RECORDS FOR THIS EXERCISE:
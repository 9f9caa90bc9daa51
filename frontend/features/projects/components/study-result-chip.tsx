import type { Project } from "@shared/schemas/api";
import { Badge } from "@frontend/components/ui/badge";

const STATUS_LABELS: Record<string, string> = {
  queued: "Queued",
  running: "Running",
  // A run that stopped with an error says nothing about the package: keep it apart from a red "Fail".
  failed: "Run failed",
  cancelled: "Cancelled",
  interrupted: "Interrupted",
  finished: "Finished",
};

/** The last study's verdict as one chip; a study without a verdict says where it is. */
export function StudyResultChip({ study }: { study: Project["lastStudy"] }) {
  if (!study) return <span className="text-xs text-ink/45">No study yet</span>;
  if (study.passes === true)
    return (
      <Badge tone="pass" dot>
        Pass
      </Badge>
    );
  if (study.passes === false)
    return (
      <Badge tone="fail" dot>
        Fail
      </Badge>
    );
  return (
    <Badge tone={study.status === "running" ? "gyro" : "neutral"} dot={study.status === "running"}>
      {STATUS_LABELS[study.status] ?? study.status}
    </Badge>
  );
}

ACTIVITY: The required answer is each line of the entries containing the string "study".

WRITTEN ANSWER:
filename frontend/features/projects/components/study-result-chip.tsx
/** The last study's verdict as one chip; a study without a verdict says where it is. */
export function StudyResultChip({ study }: { study: Project["lastStudy"] }) {
  if (!study) return <span className="text-xs text-ink/45">No study yet</span>;
  if (study.passes === true)
  if (study.passes === false)
    <Badge tone={study.status === "running" ? "gyro" : "neutral"} dot={study.status === "running"}>
      {STATUS_LABELS[study.status] ?? study.status}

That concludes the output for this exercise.